Il y a une vingtaine d’années, le président de la République française aimait à répéter, à la suite de Cervantes, qu’il faut « laisser le temps au temps » pour dire que la précipitation est mauvaise conseillère et que les conséquences de l’action doivent être envisagées avant d’agir.
En ce temps là, point de réseaux sociaux, de tweets, de MMS, de smartphones…sinon les premiers balbutiements de mails pour les plus avancés. L’entreprise, de structure pyramidale, était sous contrôle ; la planification permettait de faire des plans à long terme ; la mondialisation se dessinait à peine. On parlait bien d’informatique, réservée à des spécialistes, mais pas encore de systèmes d’information. La sphère privée, à l’abri de l’indiscrétion numérique, restait sous contrôle.
C’est avec la campagne de communication sur le risque de bug informatique au 1er janvier 2000 que le grand public prend conscience de l’impact du numérique dans sa vie quotidienne. Mais il s’agit alors seulement de risques techniques (pannes d’appareils électroniques) sans incidences sur les données personnelles. Puis vient le bijou dont tout le monde rêvait, le téléphone portable, héraut du tsunami numérique qui en quelques années (une goutte d’eau à l’échelle des mutations sociétales) envahit notre quotidien et offre à chacun un accès sans limite à cette boîte à outils dont la facilité d’utilisation est déconcertante. Tous ces nouveaux supports instaurent une communication en temps réel, qui se révèle efficace mais qui trace sans concession, sans limite et sans droit à l’oubli.

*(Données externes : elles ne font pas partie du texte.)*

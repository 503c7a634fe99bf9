"""VTK XML multiblock files (``.vtm``): the volume blocks of one step, read as one mesh.

A multiblock file is an XML index of other VTK XML files: ``<DataSet file=...>``
elements, nested in ``<Block>`` elements, with paths relative to the index.
Converters of finite-volume solvers write one per step, naming the internal
(volume) mesh and the boundary patches. The volume blocks (unstructured grids,
image, rectilinear and structured grids: ``.vtu``, ``.vti``, ``.vtr``, ``.vts``)
are read with their own format's reader and joined into one mesh; polygon-data
blocks (``.vtp``: boundary patches, surfaces) are left out and named by
:func:`multiblock_blocks`; so are volume-format blocks whose cells are all of a lower dimension than
another block's (patches written as unstructured grids of faces), named in a warning when read. The
step's time is the one the multiblock file stores in its own ``<FieldData>`` (where VTK's multiblock writer
puts it); when it stores none, the one stored in the first volume block's field data. Where both store a
time and they differ, the multiblock file's is used and a warning names both.
"""

from __future__ import annotations

import os
import xml.etree.ElementTree as ET
from dataclasses import dataclass

import numpy as np

from ..errors import InputFileNotFound, UnreadableFileError
from ._formats import register_format

__all__ = ["FORMATS", "MultiblockBlocks", "multiblock_blocks", "multiblock_data_files", "read_multiblock",
           "peek_multiblock_time", "is_index_file", "without_indexed_files", "INDEX_SUFFIXES"]

#: suffixes of the blocks read as volume pieces
VOLUME_SUFFIXES = (".vtu", ".vti", ".vtr", ".vts")

#: VTK XML files that index other files of one step: a multiblock file, and the parallel files
#: naming a decomposed step's pieces (``<Piece Source=...>``), read alike
INDEX_SUFFIXES = (".vtm", ".pvtu", ".pvti", ".pvtr", ".pvts")

#: the parallel files' root types
_PARALLEL_TYPES = ("PUnstructuredGrid", "PImageData", "PRectilinearGrid", "PStructuredGrid")

#: VTK's ghost-cell mark of a cell another piece owns (``vtkDataSetAttributes::DUPLICATECELL``)
_DUPLICATE_CELL = 1

#: points of two blocks on their boxes' faces closer than this share of the joined domain's longest
#: side are one point of a seam (:func:`seams_made_equal`): far above the rounding of coordinates
#: that each rank computes its own way (a few units in the last place), far below any cell
SEAM_TOLERANCE = 1e-9


@dataclass(frozen=True)
class MultiblockBlocks:
    """The blocks a multiblock file names.

    Attributes
    ----------
    volume : tuple of (str, str)
        ``(block name, file path)`` of the blocks read as the step's mesh.
    left_out : tuple of (str, str)
        ``(block name, file path)`` of the blocks left out (boundary patches and
        other polygon data, or files of another kind).
    """

    volume: tuple
    left_out: tuple

    def left_out_names(self) -> list:
        """The names of the blocks left out (their file's stem when unnamed)."""
        return [name or os.path.splitext(os.path.basename(path))[0] for name, path in self.left_out]


def multiblock_blocks(path: str) -> MultiblockBlocks:
    """The volume and left-out blocks of a multiblock file, in the file's order.

    Raises
    ------
    UnreadableFileError
        Not a VTK XML multiblock file, or one that names no volume block.
    """
    path = os.fspath(path)
    return _blocks_of(_index_root(path), path)


def _index_root(path: str):
    """The parsed XML root of an index file (a multiblock or parallel file)."""
    try:
        return ET.parse(path).getroot()
    except (ET.ParseError, OSError) as exc:
        raise UnreadableFileError(f"cannot be read as a VTK multiblock file ({exc})", where=path,
                                  fix="check that the file is complete XML (it may be truncated)") from None


def _blocks_of(root, path: str) -> MultiblockBlocks:
    """:func:`multiblock_blocks` of the file's parsed root."""
    kinds = ("vtkMultiBlockDataSet", "vtkMultiPieceDataSet") + _PARALLEL_TYPES
    if root.tag != "VTKFile" or root.get("type") not in kinds:
        raise UnreadableFileError(f"is not a VTK XML multiblock or parallel file (its root is <{root.tag} "
                                  f"type={root.get('type')!r}>)", where=path,
                                  fix="give a .vtm or .pvtu file written by a VTK writer")
    folder = os.path.dirname(os.path.abspath(path))
    volume, left_out = [], []
    parallel = root.get("type") in _PARALLEL_TYPES
    for node in root.iter("Piece" if parallel else "DataSet"):
        name = node.get("Source" if parallel else "file")
        if not name:
            continue  # an empty block
        target = name if os.path.isabs(name) else os.path.join(folder, name)
        entry = (node.get("name", ""), target)
        (volume if target.lower().endswith(VOLUME_SUFFIXES) else left_out).append(entry)
    if not volume:
        names = ", ".join(n or os.path.basename(p) for n, p in left_out) or "none"
        raise UnreadableFileError(f"the multiblock file names no volume block (.vtu, .vti, .vtr, .vts); "
                                  f"blocks there: {names}", where=path,
                                  fix="give the file of the volume mesh itself")
    return MultiblockBlocks(tuple(volume), tuple(left_out))
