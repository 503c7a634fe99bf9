"""Convex point set cells (VTK type 41): corners in any order, turned into ordinary cells.

A convex point set cell lists its corners without an order; the cell is their convex hull.
General finite-volume packages write their uniform 2D grids and 3D grids this way. Most such
cells are quadrilaterals or hexahedra, so they are recognised by their corners and given the
corner order of the ordinary cell:

* corners in one plane: a triangle, or a quad or polygon with its corners ordered by angle
  about their centre in that plane (the hull of a convex set of coplanar points);
* four corners off one plane: a tetrahedron with positive volume;
* eight corners off one plane: a hexahedron when each corner falls in its own octant of the
  cell's frame (the coordinate axes, else the principal axes of the corners, else the edges from
  one corner to its three nearest), so that parallelepipeds and mildly distorted hexahedra are
  recognised, axis-aligned or not;
* anything else (five, six or more than eight corners, a hexahedron none of the frames
  orders): split about its centre into tetrahedra over the faces of its convex hull
  (scipy's Qhull), a face of more than three corners coned from its own centre, shared with
  the split cell on its other side, so neighbours cut a shared face alike; every piece keeps
  the cell's values, so integrals stay exact, and is marked as a piece of its cell.

The hexahedra, wedges and pyramids that quad faces join to such a face centre (directly or
through other such cells) are split the same way (:func:`split_beside`), so the mesh conforms
where ordinary cells meet split ones; a mesh without split cells is not touched.

Only the unrecognised cells are handled one at a time (Qhull per cell); the common cases are
vectorised.

References
----------
Kitware, *The VTK User's Guide*, 11th ed. (2010), cell type VTK_CONVEX_POINT_SET (41).
C. B. Barber, D. P. Dobkin, H. Huhdanpaa (1996), "The Quickhull algorithm for convex hulls",
ACM Trans. Math. Software 22:469 (scipy.spatial.ConvexHull).
"""

from __future__ import annotations

from dataclasses import dataclass, field

import numpy as np

from ._grouping import sort_small_rows, unique_rows
from ._places import in_coordinate_order
from .cells import FACES, LINEAR_CORNERS

__all__ = ["ConvexCells", "convert_convex_point_sets", "split_beside"]

#: relative size of the smallest singular value below which corners count as one plane
PLANAR_TOLERANCE = 1e-9

#: VTK hexahedron corner index of each octant (bit 0: axis 1 high, bit 1: axis 2 high, bit 2: axis 3 high)
_OCTANT_TO_CORNER = np.array([0, 1, 3, 2, 4, 5, 7, 6])
_OCTANT_TO_CORNER.flags.writeable = False


@dataclass
class ConvexCells:
    """Convex point set cells turned into ordinary cells.

    Attributes
    ----------
    blocks : list of (str, ndarray of shape (m, k))
        The new cell blocks (type, connectivity).
    source : list of ndarray of shape (m,)
        For each new block, the row of the input cell each new cell comes from (for the cell data).
    counts : dict of str to int
        How the input cells were read: ``'triangle', 'quad', 'polygon', 'tetra', 'hexahedron'``
        (recognised by their corners) and ``'split'`` (split about their centre), with
        ``'split_pieces'`` the number of tetrahedra these became; ``'beside'`` and ``'beside_pieces'``
        the ordinary cells split with them (:func:`split_beside`) and their tetrahedra.
    centre_corners : list of ndarray of shape (j, k)
        The corners of the split cells, in the order their centres are numbered after the
        input points (a centre's point values are its corners' mean).
    split : list of bool
        For each new block, whether its cells are pieces of split cells (``source`` then says
        which cell each piece belongs to: ``Mesh(pieces=...)``).
    face_centres : dict
        Point number of the centre of each hull face of more than three corners, keyed by its
        sorted corner numbers (:meth:`face_key`): one point for every split cell that shares the face.
    same_points : ndarray of shape (n_points,), int, optional
        The first point at each point's place (cells written with their own copies of their corners):
        faces are keyed by these, so two cells' copies of a face are one face; each copy gets its own
        centre at the one place, the mean of its own corners (so its own cell's point values: the
        mesh merges the centres with the points and averages them).
    """

    blocks: list = field(default_factory=list)
    source: list = field(default_factory=list)
    counts: dict = field(default_factory=dict)
    centre_corners: list = field(default_factory=list)
    split: list = field(default_factory=list)
    face_centres: dict = field(default_factory=dict)
    same_points: np.ndarray | None = None

    def places(self, corners: np.ndarray) -> np.ndarray:
        """Point numbers of ``corners`` by place: the first point at each (the numbers themselves when no
        two points share a place)."""
        return corners if self.same_points is None else self.same_points[corners]

    def face_key(self, corners) -> tuple:
        """The key of a face in :attr:`face_centres`: its corners' places, sorted (``corners``: each once)."""
        if self.same_points is None:
            return tuple(sorted(corners))
        return tuple(sorted(self.same_points[np.asarray(corners, dtype=np.int64)].tolist()))

    @property
    def n_centres(self) -> int:
        return sum(len(c) for c in self.centre_corners)

    def add(self, cell_type: str, cells: np.ndarray, rows: np.ndarray, *, count: str | None = None) -> None:
        if len(rows) == 0:
            return
        self.blocks.append((cell_type, np.ascontiguousarray(cells, dtype=np.int64)))
        self.source.append(np.asarray(rows, dtype=np.int64))
        self.split.append(count is not None)
        key = count or cell_type
        self.counts[key] = self.counts.get(key, 0) + (len(np.unique(rows)) if count else len(rows))

    def words(self) -> str:
        """How the cells were read, in one phrase."""
        names = {"triangle": "triangles", "quad": "quads", "polygon": "polygons", "tetra": "tetrahedra",
                 "hexahedron": "hexahedra"}
        parts = [f"{self.counts[k]} as {names[k]}" for k in names if self.counts.get(k)]
        if self.counts.get("split"):
            parts.append(f"{self.counts['split']} split about their centre into "
                         f"{self.counts['split_pieces']} tetrahedra")
        if self.counts.get("beside"):
            parts.append(f"the {self.counts['beside']} hexahedra, wedges and pyramids joined to them by quad faces "
                         f"split the same way into {self.counts['beside_pieces']} tetrahedra")
        return ", ".join(parts)
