def measure(path, field: str | None = None, *, options: MeasureOptions | None = None, out=None,
            workers: int = 1, threads: int | None = None, scheduler: str | None = None, overwrite: bool = False,
            resume: bool = False, progress: bool | None = False, contours: bool = True,
            snapshots: int = 4, mesh_pool=None, invocation: dict | None = None, plot_format: str = "png",
            keep_cache: bool = False, progress_label: str = "steps", **option_values) -> MeasureResult:
    """Run every analysis on every step of a series.

    Parameters
    ----------
    path : str or os.PathLike
        Series path (mesh file, XDMF time series, folder, quoted glob, step listing).
    field : str
        Field mapped to the phase indicator (or give ``options``).
    options : MeasureOptions, optional
        All analysis options at once; otherwise built from ``field`` and
        ``option_values`` (the fields of :class:`MeasureOptions`; a wrong name is
        refused with the nearest one, an old name accepted with an
        :class:`~phasegauge.errors.OldNameWarning`).
    out : str or os.PathLike, optional
        Output folder for tables, plots, contours, report and manifest.
        Without it nothing is written.
    workers : int
        Local worker processes (1: in this process).
    threads : int, optional
        Threads of each process for the work that splits into independent parts (a new mesh's
        faces, geometry and split plan, its section operator beside the other analyses, each
        step's planes and the widths' distance searches). Default: the CPUs this process may use (at most 8, or
        the environment variable ``PHASEGAUGE_THREADS``) shared among the local workers; one on
        a Dask cluster's workers. The tables are the same bit for bit on any number. Where the C
        library is glibc, a step run on two or more (a step of at least 500 000 cells) has the
        process's threads allocate in the arenas it has from then on, making none of their own
        (``mallopt(M_ARENA_MAX, 1)``, unless ``MALLOC_ARENA_MAX`` or ``GLIBC_TUNABLES`` set the
        count: see :func:`phasegauge.model._threads.share_one_arena`).
    scheduler : str, optional
        Dask scheduler address, or ``'local'`` for a local Dask cluster.
    overwrite, resume : bool
        What to do with an existing output folder (see
        :func:`phasegauge.report.prepare_output_folder`).
    progress : bool or None
        Show progress on stderr (None: a live line on a terminal, a whole line every few
        seconds otherwise, as in a batch log).
    contours : bool
        Write the interface of every step as a VTK file under ``out/contours``
        (old name ``write_contours``).
    snapshots : int
        Number of steps whose interface the report draws.
    mesh_pool : MeshPool, optional
        Where the meshes of the series are kept (see :class:`phasegauge.io.MeshPool`);
        pass the pool of an earlier run on the same meshes to reuse their cached
        work (local workers inherit it). Default: a pool of this run.
    plot_format : {'png', 'svg', 'pdf'}
        File format of the plots (the report page embeds PNG images either way).
    progress_label : str
        What the progress line counts (``'steps of run A'`` when two runs are measured).
    keep_cache : bool
        Keep ``out/.cache`` (the finished steps) after a complete run; by default it is
        removed once the report is written (an interrupted run always keeps it, for ``resume``).
    invocation : dict, optional
        How the run was asked for, kept in the manifest: ``{'command_line': ...}`` or
        ``{'recipe': text, 'recipe_path': ...}``. Default: ``{'python': 'phasegauge.measure'}``.

    Returns
    -------
    MeasureResult

    Raises
    ------
    PhasegaugeError
        Bad options or output folder; times that do not increase; the chosen
        field missing (or not a scalar) at the first step; with
        ``options.strict`` any bad step; without it, only when no step at all
        can be analysed (the first step's error, with the count).

    Notes
    -----
    Without ``strict``, a step whose input is bad (unreadable or missing
    file, no finite values, a mesh without volume or of another dimension)
    is skipped: one :class:`SkippedStepWarning` per kind of failure, and the
    step is listed in ``MeasureResult.skipped``, the report and the manifest.
    Other warnings (range, NaN values, mesh quality, gaps in the file
    numbering) are issued once per kind, not once per step, and become flags.
    With ``out``, a run that fails puts back the outputs ``overwrite`` had set
    aside, and removes a new folder unless it holds finished steps (see
    :func:`phasegauge.report._files.output_transaction`).
    """
    from ..io import Series

    own = ("path", "field", "options", "out", "workers", "threads", "scheduler", "overwrite", "resume", "progress",
           "contours", "snapshots", "mesh_pool", "invocation", "plot_format", "keep_cache", "progress_label")
    option_values = renamed_keywords(option_values, [f.name for f in dataclasses.fields(MeasureOptions)] + list(own),
                                     old={**OLD_OPTION_NAMES, "write_contours": "contours"}, where="measure()")
    contours = option_values.pop("contours", contours)
    if options is None:
        if field is None:
            raise OptionError("a field name is needed", fix="give field='NAME' (see phasegauge.describe_series)")
        options = MeasureOptions(field=field, **option_values)
    elif option_values or field is not None:
        options = dataclasses.replace(options, **({"field": field} if field else {}), **option_values)
    workers = check_workers(workers)
    threads = thread_count(1 if scheduler else workers) if threads is None else check_threads(threads)
    check_snapshots(snapshots)
    from .executors import check_scheduler

    check_scheduler(scheduler)
    from ..report._files import PLOT_FORMATS

    if plot_format not in PLOT_FORMATS:
        raise OptionError(f"plot format must be one of {', '.join(PLOT_FORMATS)}, found {plot_format!r}",
                          fix="for example --plot-format svg")
    path = os.fspath(path)
    with warnings.catch_warnings(record=True) as caught:
        warnings.simplefilter("always")
        series = Series(path, mesh_pool=mesh_pool, sort_by_time=options.sort_by_time)
    notes = _records(caught)
    try:
        from ._selection import chosen_steps

        # the chosen steps' times must increase (a restart's repeated steps may be left out)
        indices = chosen_steps(series.times, steps=options.steps, time_from=options.time_from,
                               time_to=options.time_to, every=options.every, where=series.path)
        problem = series.time_problem(indices)
        if problem is not None:
            raise problem
        _check_measured_times(series, indices, options)
        check_output_place(series, out)
        from ..report._files import output_transaction

        with output_transaction(out) as txn:
            return _measure(series, indices, options, out, txn, workers=workers, threads=threads,
                            scheduler=scheduler, overwrite=overwrite, resume=resume, progress=progress,
                            contours=contours, snapshots=snapshots, notes=notes,
                            invocation=invocation or {"python": "phasegauge.measure"},
                            output={"plot_format": plot_format, "keep_cache": bool(keep_cache)},
                            progress_label=progress_label)
    finally:
        series.close()


def check_snapshots(snapshots) -> int:
    """``snapshots`` as a whole number of 0 or more, or an :class:`OptionError`."""
    if isinstance(snapshots, bool) or not isinstance(snapshots, (int, np.integer)) or snapshots < 0:
        raise OptionError(f"snapshots must be a whole number of 0 or more, found {snapshots!r}",
                          fix="4 snapshots is the default; 0 draws none")
    return int(snapshots)


def check_output_place(series, out) -> None:
    """Refuse an output folder that would mix with the input, before anything is written.

    An output folder inside a folder series would be read as input by a later run (its
    contour files are mesh files), and a step file inside the output folder would be
    removed by ``overwrite``.
    """
    if out is None:
        return
    target = os.path.realpath(os.fspath(out))

    def inside(path, folder):
        return path == folder or path.startswith(folder.rstrip(os.sep) + os.sep)

    if os.path.isdir(series.path) and inside(target, os.path.realpath(series.path)):
        raise OptionError("the output folder is inside the input folder, where a later run would read its "
                          "files as steps", where=os.fspath(out), fix="choose an output folder outside "
                          f"{series.path}")
    for step_file in series.files:
        if inside(os.path.realpath(step_file), target):
            raise OptionError(f"the output folder holds the input file {os.path.basename(step_file)}, which "
                              "--overwrite would remove", where=os.fspath(out),
                              fix="choose an output folder that holds no input")


def _records(caught) -> list:
    """(category, what, where) of the phasegauge warnings among ``caught``; how cells were read
    (:class:`~phasegauge.errors.ReadingNote`, met when the series' files are looked at) is said by the steps."""
    from ..errors import ReadingNote

    return [(w.category, getattr(w.message, "what", str(w.message)), getattr(w.message, "where", ""))
            for w in caught if issubclass(w.category, PhasegaugeWarning) and not issubclass(w.category, ReadingNote)]


def _measure(series, indices, options, out, txn, *, workers, threads, scheduler, overwrite, resume, progress,
             contours, snapshots, notes, invocation, output, progress_label="steps") -> MeasureResult:
    from .assemble import TrackingFeed, assemble
    from .cache import StepCache, code_digest
    from .executors import run_steps
    from .progress import Progress
    from .step import StepRunner

    started = time.time()
    n = len(indices)
    cache = contour_dir = None
    if out is not None:
        from ..report._files import prepare_output_folder

        run_key = hashlib.sha256(f"{os.path.abspath(series.path)}|{options.key()}".encode()).hexdigest()[:16]
        writes_contours = bool(contours and "interface" in options.analyses)
        prepare_output_folder(out, overwrite=overwrite, resume=resume, run_key=run_key, code=code_digest(),
                              contours=writes_contours)
        cache = StepCache(os.path.join(os.fspath(out), ".cache"), options.key())
        txn.worth_keeping = cache.holds_finished_steps
        if writes_contours:
            contour_dir = os.path.join(os.fspath(out), "contours")
            os.makedirs(contour_dir, exist_ok=True)
    runner = StepRunner(series.path, options, cache=cache, contour_dir=contour_dir,
                        keep={indices[k] for k in snapshot_steps(n, snapshots)}, series=series, threads=threads)
    feed = TrackingFeed(options, indices, cache=cache)
    before = input_stamps(series)
    bar = Progress(n, progress_label, enabled=progress)
    plots = out is not None and (n > 1 or bool(snapshots and "interface" in options.analyses))
    drawing = _DrawingImport(bar) if plots and _spare_core(workers, scheduler) else None
    try:
        results = run_steps(runner, indices, workers=workers, scheduler=scheduler, feed=feed,
                            progress=drawing or bar)
    finally:
        if drawing is not None:
            drawing.join()
    bar.close()
    _check_read_times(results, options)
    changed = [path for path, stamp in input_stamps(series).items() if before.get(path) != stamp]
    if changed:
        raise SeriesError(f"{len(changed)} input file{'s' if len(changed) != 1 else ''} changed while the run read "
                          f"{'them' if len(changed) != 1 else 'it'} ({_short_list(changed)}), so the steps may "
                          "mix old and new content", where=series.path,
                          fix="run again once the solver has finished writing (--overwrite)")
    if contour_dir is not None:
        _write_contour_listing(contour_dir, results)
    result = assemble(series, results, options, notes=notes, feed=feed, mesh_pool=runner.mesh_pool)
    from ._report_data import series_record

    record = series_record(series)  # (the first .vtm's blocks read once)
    result.reading = _reading(record, results)
    if out is not None:
        from ..report import write_measure_report
        from ._report_data import measure_report_data

        write_measure_report(out, result, **measure_report_data(series, result, record), started=started,
                             execution={"workers": workers, "threads": threads, "scheduler": scheduler,
                                        "resume": resume, "contours": bool(contours), "invocation": invocation,
                                        **output})
        if not output["keep_cache"]:
            import shutil

            shutil.rmtree(os.path.join(os.fspath(out), ".cache"), ignore_errors=True)
    return result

Boostées par les outils numériques du quotidien, les mauvaises pratiques individuelles se répercutent comme une traînée de poudre dans l’entreprise numérique avec, de plus, une perméabilité toujours plus grande des sphères personnelles et professionnelles ! On pensait que l’entreprise était un lieu d’apprentissage pour le collaborateur. Peut-être encore, mais sur le plan des technologies, la sphère personnelle a largement dépassé la sphère professionnelle. L’entreprise en sort fragilisée.
Une des conséquences de l’entreprise numérique ouverte (chaque collaborateur produit et reçoit des données non structurées), est la production incontrôlée de traces numériques.
À partir du moment où les traces sont produites, elles seront facilement reproduites, conservées, peut-être détruites mais comment le contrôler ?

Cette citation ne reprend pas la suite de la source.